Jacobs has a huge cash advantage on the rest of the primary field, largely due to his ability to self-fund his campaign — between personal loans and donations, he has brought in more than $900,000 since he formed an exploratory committee for the race in late June. And he is using it to leverage support in the state. The former energy executive has already spent more than $500,000 on TV and radio ads introducing himself to Iowa voters, and his campaign says he’s likely to stay on the air for the majority of the time between now and the early June primary election.

That’s translated to an edge in the polls over his primary opponents, albeit one that he’d need to expand in the next few months. Jacobs’s campaign released a poll on Monday from Hill Research Consultants that found him leading the pack with 22 percent support, followed by Iowa state Sen. Joni Ernst (R) at 11 percent, former U.S. Attorney Matt Whitaker (R) at 8 percent and conservative radio host Sam Clovis (R) with 6 percent. The poll also found Jacobs in a virtual tie with Braley.

The GOP’s chances are also buoyed by President Obama’s weak poll numbers in a state he comfortably won two years ago. His approval rating in a December poll from Quinnipiac was 38 percent, with 59 percent disapproving.

Braley is still the likely favorite for the seat. The same Quinnipiac poll found him leading Jacobs by 9 percentage points, though that was before Jacobs started his barrage of TV ads. But if Republicans can get a candidate through the primary without major damage, they’re hopeful to bring another seat into contention. Republicans need to net six seats for a Senate majority, and they believe putting Iowa in play would force Democrats to spend valuable resources and complicate a difficult electoral map for their opponents.

Jacobs’s foes mocked his poll’s results, pointing out he’s still short of the 35 percent threshold he’d need to win and arguing his numbers will come down once they start airing ads against him.

“He’s been on air eight weeks in a vacuum with no one else on the air. ... Joni hasn’t spent a dollar on TV, mail or radio. If I were them, I’d actually be really nervous about those numbers,” Ernst’s general consultant David Polyansky said.  “You may call him a front-runner. I’d call him a guy who’s spent more than a half-million dollars and is treading water.”

Republicans also point to Jacobs’s past contributions to some Democratic candidates and his past comments in support of cap-and-trade energy legislation while he worked at Reliant Energy as major weak spots for the candidate.

Both Democrats and Republicans promise to attack Jacobs for the three decades he lived outside of Iowa, most recently in Texas, and for his business career as an energy executive and working on Wall Street for Goldman Sachs.

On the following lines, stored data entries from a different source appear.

impl PiController {
    /// A controller at rest (integrator 0 V).
    pub fn new(config: PiConfig) -> Self {
        let mut path = 0;
        if config.rule == IntegratorRule::Tustin {
            path |= path::TUSTIN;
        }
        if config.anti_windup == AntiWindup::Clamping {
            path |= path::CLAMPING;
        }
        path |= weight_path(&config.gains);
        Self {
            law: Law::new(Coefficients::from_config(&config)),
            min_v: config.limits.min_v,
            max_v: config.limits.max_v,
            path,
            config,
        }
    }

    /// One control step with the configured limits; returns the voltage to apply.
    #[inline]
    pub fn update(&mut self, setpoint_a: f32, measured_a: f32) -> f32 {
        // The configured limits are validated already: no need to intersect them.
        let (lo, hi) = (self.min_v, self.max_v);
        self.step(setpoint_a, measured_a, lo, hi)
    }

    /// One control step with limits narrower than the configured ones for this step
    /// only, for example the voltage the bus can give right now. The limits used are
    /// the intersection of `[min_v, max_v]` with the configured range; if that is
    /// empty both collapse onto the upper one of the two, so the output is still a
    /// single defined value inside the configured range. A NaN limit is replaced by
    /// the configured one.
    #[inline]
    pub fn update_within(&mut self, setpoint_a: f32, measured_a: f32, min_v: f32, max_v: f32) -> f32 {
        // Written so that a NaN bound fails the comparison and takes the configured one.
        let lo = if min_v > self.min_v { min_v } else { self.min_v };
        let hi = if max_v < self.max_v { max_v } else { self.max_v };
        if lo <= hi {
            self.step(setpoint_a, measured_a, lo, hi)
        } else {
            // Empty: both onto the upper bound, kept inside the configured range.
            let v = if hi > self.min_v { hi } else { self.min_v };
            self.step(setpoint_a, measured_a, v, v)
        }
    }

    /// One control step with limits the caller knows are ordered (`min_v <= max_v`)
    /// and inside the configured range, so no intersection is needed.
    #[inline]
    pub(crate) fn update_inside(&mut self, setpoint_a: f32, measured_a: f32, min_v: f32, max_v: f32) -> f32 {
        self.step(setpoint_a, measured_a, min_v, max_v)
    }

    /// One step with limits `lo <= hi` already inside the configured range: the
    /// common configuration inline, the others out of line.
    #[inline(always)]
    fn step(&mut self, setpoint_a: f32, measured_a: f32, lo: f32, hi: f32) -> f32 {
        // The common rule and anti-windup inline: a weight of 1 first (one
        // product for the proportional part), then any other weight (out of
        // line it cost a third more on Cortex-M0); the rest out of line.
        if self.path == 0 {
            self.law.law::<false, false, true>(setpoint_a, measured_a, lo, hi)
        } else if self.path == path::WEIGHTED {
            self.law
                .law::<false, false, false>(setpoint_a, measured_a, lo, hi)
        } else {
            self.step_general(setpoint_a, measured_a, lo, hi)
        }
    }

    /// Trapezoidal integration, clamping, and the update that hands a retune over.
    #[cold]
    #[inline(never)]
    fn step_general(&mut self, setpoint_a: f32, measured_a: f32, lo: f32, hi: f32) -> f32 {
        if self.path & path::RETUNE != 0 && !self.hand_over(setpoint_a, measured_a) {
            return self.refuse();
        }
        // The general form covers any weight (it equals the unity form at b = 1).
        match (self.path & path::TUSTIN != 0, self.path & path::CLAMPING != 0) {
            (false, false) => self
                .law
                .law::<false, false, false>(setpoint_a, measured_a, lo, hi),
            (false, true) => self.law.law::<false, true, false>(setpoint_a, measured_a, lo, hi),
            (true, false) => self.law.law::<true, false, false>(setpoint_a, measured_a, lo, hi),
            (true, true) => self.law.law::<true, true, false>(setpoint_a, measured_a, lo, hi),
        }
    }

    /// The bad-input reaction: 0 V, integrator untouched.
    #[inline(always)]
    fn refuse(&mut self) -> f32 {
        self.law.refuse()
    }

    /// Installs the configured gains, moving the integrator by the change of the
    /// proportional part at this sample so that `P + I` is unchanged. False (and
    /// nothing changed) when that change is not finite.
    fn hand_over(&mut self, setpoint_a: f32, measured_a: f32) -> bool {
        if !self
            .law
            .hand_over(Coefficients::from_config(&self.config), setpoint_a, measured_a)
        {
            return false;
        }
        self.path = (self.path & !(path::RETUNE | path::WEIGHTED)) | weight_path(&self.config.gains);
        true
    }

    fn install(&mut self, k: Coefficients) {
        self.law.k = k;
        self.path = (self.path & !(path::RETUNE | path::WEIGHTED)) | weight_path(&self.config.gains);
    }

    /// Installs the gains of a retune still waiting, without a handover.
    fn install_waiting(&mut self) {
        if self.path & path::RETUNE != 0 {
            self.install(Coefficients::from_config(&self.config));
        }
    }

    /// Bumpless retune: the new gains take over at the next update, which first
    /// moves the integrator by the change of the proportional part at its own
    /// setpoint and measurement, so that `P + I` is what the old gains had; that
    /// update's output therefore differs from what the old gains would have given
    /// only by the change of the integral step. The handover waits for an update
    /// with finite inputs. [`PiController::config`] shows the new gains at once.
    pub fn retune(&mut self, gains: PiGains) {
        self.config.gains = gains;
        self.path |= path::RETUNE;
    }

    /// Validates `Kp` and `Ti` and retunes bumplessly; on error the old gains stay.
    /// The setpoint weight in use is kept.
    pub fn retune_kp_ti(&mut self, kp_v_per_a: f32, ti_s: f32) -> Result<(), ConfigError> {
        let b = self.config.gains.setpoint_weight;
        let gains = PiGains::from_kp_ti(kp_v_per_a, ti_s)?.with_setpoint_weight(b)?;
        self.retune(gains);
        Ok(())
    }

    /// Track/preload: set the integrator so that the controller, at this setpoint
    /// and measurement, outputs `output_v`; used when taking over from open-loop
    /// drive without a step. `output_v` must lie within the configured limits and all
    /// values be finite. If the proportional part alone is beyond the output range the
    /// integrator is held at the range edge and the first output saturates. Gains
    /// waiting from a retune take effect here.
    pub fn track(&mut self, output_v: f32, setpoint_a: f32, measured_a: f32) -> Result<(), ConfigError> {
        let l = self.config.limits;
        let u = within("output_v", output_v, l.min_v, l.max_v)?;
        let r = finite("setpoint_a", setpoint_a)?;
        let y = finite("measured_a", measured_a)?;
        self.install_waiting();
        self.law.track(u, r, y, l.min_v, l.max_v);
        Ok(())
    }

    /// Return to rest: integrator and remembered error and output to zero. Gains
    /// waiting from a retune take effect here.
    pub fn reset(&mut self) {
        self.install_waiting();
        self.law.rest();
    }

    /// Integrator state in volts. After an unsaturated update it is `u - P`;
    /// after a saturated one it lies on the limit's side of the output range
    /// shifted by `Kp (1 - b) r` (see [`AntiWindup`]).
    pub fn integrator_v(&self) -> f32 {
        self.law.integrator
    }

    /// The output of the last update in volts (0 after a refused input).
    pub fn last_output_v(&self) -> f32 {
        self.law.output
    }

    /// The last update's unlimited output `P + I` in volts, before the limits.
    pub fn last_demand_v(&self) -> f32 {
        self.law.demand
    }

    /// Whether the last update saturated (its unlimited output was beyond a limit).
    pub fn saturation(&self) -> Saturation {
        if self.law.demand > self.law.output {
            Saturation::High
        } else if self.law.demand < self.law.output {
            Saturation::Low
        } else {
            Saturation::None
        }
    }

    /// The configuration in use (including gains set by retuning).
    pub fn config(&self) -> &PiConfig {
        &self.config
    }
}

“By Election Day in November, Iowa voters will be familiar with the clear contrast in this race between Bruce Braley, who’s fighting to raise the minimum wage and protect Social Security and Medicare, and whoever his Republican opponent turns out to be, all of whom are siding with out-of-state oil billionaires against an increase in the minimum wage and Iowa families,” Braley campaign spokesman Jeff Giertz said.

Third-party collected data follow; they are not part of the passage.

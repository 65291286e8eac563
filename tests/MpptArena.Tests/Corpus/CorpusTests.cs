using System.Collections.Concurrent;
using System.Diagnostics;
using System.Text.RegularExpressions;
using MpptArena.Tests.Cli;
using Xunit.Abstractions;

namespace MpptArena.Tests.Corpus;

/// <summary>
/// The malformed-input corpus (tests/corpus, written by tests/corpus/generate.py from valid base files):
/// every case must be refused the way bad input is refused (rules of the tool itself): exit 2, the file,
/// line and column or the offending option named, no stack trace, nothing left behind, within a time limit.
/// Every case runs through the command dispatcher in this process (the same code from arguments to exit
/// code as the program's Main); a fixed sample, and every structural and option case, also runs as a
/// separate mppt-arena process.
/// </summary>
public partial class CorpusTests(ITestOutputHelper output)
{
    private static readonly TimeSpan Limit = TimeSpan.FromSeconds(30);

    private static string Corpus => Path.Combine(RepoRoot.Path, "tests", "corpus");

    private static List<string> Cases() => Directory.GetDirectories(Path.Combine(Corpus, "cases")).Order(StringComparer.Ordinal).ToList();

    [Fact]
    public void EveryMalformedInputIsRefusedWithItsPositionAndNothingLeftBehind()
    {
        var cases = Cases();
        Assert.True(cases.Count > 300, $"the corpus holds only {cases.Count} cases; regenerate it with tests/corpus/generate.py");
        Check(cases, inProcess: true, "in process");
    }

    [Fact]
    public void ASampleOfTheCorpusIsRefusedTheSameByTheProgramItself()
    {
        var cases = Cases();
        var sample = cases.Where((c, k) => k % 20 == 0 || Path.GetFileName(c).StartsWith("structure-", StringComparison.Ordinal)
            || Path.GetFileName(c).StartsWith("option-", StringComparison.Ordinal) || Path.GetFileName(c).StartsWith("csv-", StringComparison.Ordinal)).ToList();
        Check(sample, inProcess: false, "as mppt-arena processes");
    }

    private void Check(List<string> cases, bool inProcess, string how)
    {
        string baseFolder = Path.Combine(Corpus, "base");
        var baseBefore = Snapshot(baseFolder);
        var failures = new ConcurrentBag<string>();
        Parallel.ForEach(cases, new ParallelOptions { MaxDegreeOfParallelism = Math.Max(2, System.Environment.ProcessorCount) }, folder =>
        {
            string? problem = RunCase(folder, baseFolder, inProcess);
            if (problem is not null) failures.Add($"{Path.GetFileName(folder)}: {problem}");
        });
        Assert.Equal(baseBefore, Snapshot(baseFolder));
        output.WriteLine($"{cases.Count} corpus cases {how}, {cases.Count - failures.Count} refused as required");
        Assert.True(failures.IsEmpty, $"{failures.Count} of {cases.Count} corpus cases ({how}) were not refused as required:\n" + string.Join("\n", failures.Order(StringComparer.Ordinal)));
    }

    private static (int Exit, string Err) InProcess(string work, string[] args)
    {
        // Arguments that name a file of the case are made absolute: the process's current folder is shared.
        args = args.Select(a => a.Length > 0 && !a.StartsWith('-') && File.Exists(Path.Combine(work, a)) ? Path.Combine(work, a) : a).ToArray();
        var (stdout, stderr) = (new StringWriter(), new StringWriter());
        using (MpptArena.Cli.Terminal.StandardOutput.RedirectTo(stdout, stderr))
        {
            return (MpptArena.Cli.Program.Dispatch(args), stderr.ToString());
        }
    }

    private static string? RunCase(string folder, string baseFolder, bool inProcess)
    {
        var spec = File.ReadAllLines(Path.Combine(folder, "case.txt")).Select(l => l.Split(": ", 2)).ToDictionary(p => p[0], p => p[1]);
        string work = CliProcess.TempFolder();
        foreach (string f in Directory.GetFiles(folder).Where(f => Path.GetFileName(f) != "case.txt"))
        {
            // Cases name the shared valid files as {base}/...; binary cases are copied as they are.
            byte[] bytes = File.ReadAllBytes(f);
            string target = Path.Combine(work, Path.GetFileName(f));
            if (bytes.Contains((byte)0)) File.WriteAllBytes(target, bytes);
            else File.WriteAllText(target, File.ReadAllText(f).Replace("{base}", baseFolder));
        }
        var before = Snapshot(work);
        var args = Split(spec["command"]).Select(a => a.Replace("{out}", Path.Combine(work, "out")).Replace("{base}", baseFolder)).ToArray();
        var clock = Stopwatch.StartNew();
        var (exit, err) = inProcess ? InProcess(work, args) : Run(work, args);
        clock.Stop();
        if (clock.Elapsed > Limit) return $"took {clock.Elapsed.TotalSeconds:0.0} s";
        if (exit != 2) return $"exit {exit}, not 2: {Tail(err)}";
        if (err.Contains("   at ", StringComparison.Ordinal) || err.Contains("internal error", StringComparison.Ordinal)) return "stack trace or internal error: " + Tail(err);
        if (InternalName().Match(err) is { Success: true } name) return $"the message shows an internal name '{name.Value}': {Tail(err)}";
        string expect = spec["expect"];
        if (expect.StartsWith("arg:", StringComparison.Ordinal))
        {
            if (!err.Contains(expect[4..], StringComparison.Ordinal)) return $"the message does not name '{expect[4..]}': {Tail(err)}";
        }
        else
        {
            string files = string.Join("|", expect.Split('|').Select(Regex.Escape));
            if (!Regex.IsMatch(err, $@"(^|[/\\\s])({files}):\d+:\d+: ")) return $"no {expect}:line:column: {Tail(err)}";
        }
        if (!Snapshot(work).SequenceEqual(before)) return "left files behind: " + string.Join(", ", Snapshot(work).Except(before));
        Directory.Delete(work, true);
        return null;
    }

    private static (int Exit, string Err) Run(string work, string[] args)
    {
        var (exit, _, err) = CliProcess.Run(work, args);
        return (exit, err);
    }

    private static List<string> Snapshot(string folder) =>
        Directory.EnumerateFileSystemEntries(folder, "*", SearchOption.AllDirectories).Select(e => Path.GetRelativePath(folder, e)).Order(StringComparer.Ordinal).ToList();

    private static string Tail(string text) => text.Length > 300 ? text[..300] + "..." : text.Trim();

    private static IEnumerable<string> Split(string command) =>
        ArgumentPattern().Matches(command).Select(m => m.Value == "\"\"" ? "" : m.Value);

    [GeneratedRegex(@"\bSystem\.[A-Z]\w+|`1|\bMpptArena\.[A-Z]\w*\.[A-Z]|\b(VoltageReference|DutyCycle|IdealSource)\b")]
    private static partial Regex InternalName();

    [GeneratedRegex("\"\"|[^ ]+")]
    private static partial Regex ArgumentPattern();
}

“He hasn’t lived in the state since President Reagan took office. That’s manufactured Iowa values, and the people of Iowa see through that,” Polyansk said.

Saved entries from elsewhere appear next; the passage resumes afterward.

#!/usr/bin/env python3
"""Writes the malformed-input corpus under tests/corpus/cases from the valid files in tests/corpus/base.

Every key of each base file is mutated in turn (a wrong type, negative, zero, NaN, infinity, a huge value,
deleted, given twice, an unknown key beside it); structural cases are added by hand below. Mutations that
leave a file valid (a seed of 0, a negative offset) are listed in STILL_VALID with the reason and left out,
so that every case in the corpus must be refused. The test CorpusTests runs each case's command and checks:
exit 2, a file:line:column or the offending option named, no stack trace, no output left, within a time limit.

Needs PyYAML (python3 -m pip install pyyaml) to read the base files; the corpus itself is checked in, so the
tests do not need Python. Rerun after changing a base file:  python3 tests/corpus/generate.py
"""
import json
import math
import os
import re
import shutil

import yaml

HERE = os.path.dirname(os.path.abspath(__file__))
BASE = os.path.join(HERE, "base")
CASES = os.path.join(HERE, "cases")
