def cmd_demo(a) -> int:
    import numpy as np
    from ..evaluation.narration import Narrator
    from ..garment import GESTURES, tour_script
    from ..mapping import MappingError, MappingWatcher
    from ..mapping.rules import describe_destination
    from ..recognition import ModelError
    from ..service import Pipeline, run
    from ..sources.simulated import SimulatedSource

    mapping_path = Path(a.mapping) if a.mapping else _default_mapping()
    # The simulated wearer first performs each gesture once (a tour), then at random.
    tour = list(GESTURES)
    source = SimulatedSource(seed=a.seed + 1, wearer=a.wearer, session=2, realtime=not a.fast, duration_s=a.for_s,
                             first=tour_script(np.random.default_rng([a.seed, a.wearer, 23]), tour))
    # Bad input is refused before the training wait.
    try:
        inbox = _inbox(a.listen)
    except (ValueError, OSError) as exc:
        return _err(f"--listen: {exc}")

    def fail(text: str) -> int:
        if inbox:
            inbox.close()
        return _err(text)
    if not mapping_path.is_file():
        return fail(f"mapping has errors:\n{mapping_path}: no such mapping file")
    if a.model:  # a model of the simulated jacket saved before: no training wait
        from ..recognition import load_model
        try:
            model = load_model(a.model)
            model.check_source(len(source.channel_names), source.rate_hz)
            if tuple(model.channel_names) != source.channel_names:
                raise ModelError(f"{a.model} was trained on channels {', '.join(model.channel_names)}; the simulated "
                                 f"jacket has {', '.join(source.channel_names)}: use a model of the simulated jacket "
                                 f"(or leave out --model to train one)")
        except ModelError as exc:
            return fail(str(exc))
        print(f"model {a.model}: {_plural(len(model.classes) - 1, 'gesture')}", flush=True)
    else:
        print(f"training on simulated wearer {a.wearer} (seed {a.seed}) ...", flush=True)
        t0 = time.monotonic()
        from ..evaluation.simulated import train_simulated
        model = train_simulated(a.seed, a.wearer)
        print(f"trained in {time.monotonic() - t0:.1f} s: {len(model.classes) - 1} gestures, "
              f"cross-validated window accuracy {model.summary['cross_validated_window_accuracy']:.2f}", flush=True)
    try:
        watcher = MappingWatcher(mapping_path, model.classes, model.kinds, model.channel_names)
    except MappingError as exc:
        return fail(f"mapping has errors:\n{exc}")
    mapping = watcher.mapping
    from ..mapping.watcher import nothing_to_send
    note = nothing_to_send(mapping, mapping_path)
    if note:
        _report(note)
    try:
        stop = _stop_flag(a.pid_file)  # before anything is held: every ending lets go
    except OSError as exc:
        return fail(f"--pid-file: {exc}")
    outputs = _open_outputs(mapping)
    for name, d in mapping.destinations.items():
        if name in outputs:  # one that could not open was reported as left out
            print(f"sending to {describe_destination(d)} ({name}) from {mapping_path}", flush=True)
    if a.mapping or mapping_path.parent.name == "mappings":
        print(f"edit {mapping_path} while this runs: saved changes take effect at once", flush=True)
    else:  # the copy shipped inside the package: not the file to edit
        print(f"mapping: the built-in demo mapping; copy {mapping_path} to a folder of yours, edit it and pass "
              f"--mapping FILE (saved changes take effect at once)", flush=True)
    narrator = Narrator(source.truth, say=_line)
    source.on_read = narrator.on_read

    def on_event(e, timing=None):
        if not narrator.on_event(e, disarmed=bool(timing is not None and timing.disarmed)):
            _print_event(e, timing)

    print(f"the simulated wearer is performing: each of the {len(tour)} demo gestures once (about 50 s), then at "
          f"random; Ctrl-C stops" + (f" (or after {a.for_s:g} s)" if a.for_s else ""), flush=True)
    try:
        stats = run(source, Pipeline(model, mapping, "demo"), outputs, stop, on_event=on_event,
                    watcher=watcher, inbox=inbox, open_fn=_open_one, report=_report)
    finally:
        _close_outputs(outputs)
        if inbox:
            inbox.close()
    end_s = stats.samples / source.rate_hz
    t = narrator.summary(end_s)
    under_way = f"; {t['open']} still under way at the stop, not counted" if t["open"] else ""
    kinds = (f" ({t['doubles']} double, {t['wrong_name']} wrong name, {t['ordinary']} in ordinary movement)"
             if t["false_triggers"] and {"doubles", "wrong_name", "ordinary"} <= set(t) else "")
    _line(f"stopped{' (' + stop.reason + ')' if stop.reason else ''}: {end_s:.1f} s of stream; "
          f"{_plural(t['performed'], 'gesture')} performed, {t['recognised']} recognised, {t['missed']} missed, "
          f"{_plural(t['false_triggers'], 'false trigger')}{kinds}{under_way}")
    return 0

“Mr. Jacobs’s business practices in Texas and Wall Street will raise serious questions in the minds of middle-class Iowans,” said one national Democrat.

But Ernst had just $290,000 in the bank for the race as of the end of 2013, meaning Jacobs will have a huge cash advantage heading into the race’s homestretch. Whitaker had $230,000, while Clovis had less than $30,000 in the bank.

For now, insiders say it’s Jacobs to watch as the one who could change the dynamics of the race for the GOP.

“There are four legitimate candidates in this race, but only one of them, Mark Jacobs, has shown the ability to run TV ads and do a lot of voter contact. In a primary where 225,000 or so are going to vote, Jacobs is doing everything he needs to do to win that primary outright, while the others are on the chicken dinner circuit of county events and just aren’t reaching enough voters,” Robinson said. “This is where Jacobs’s fundraising ability and his ability to fund some of his own campaign operations come into play.”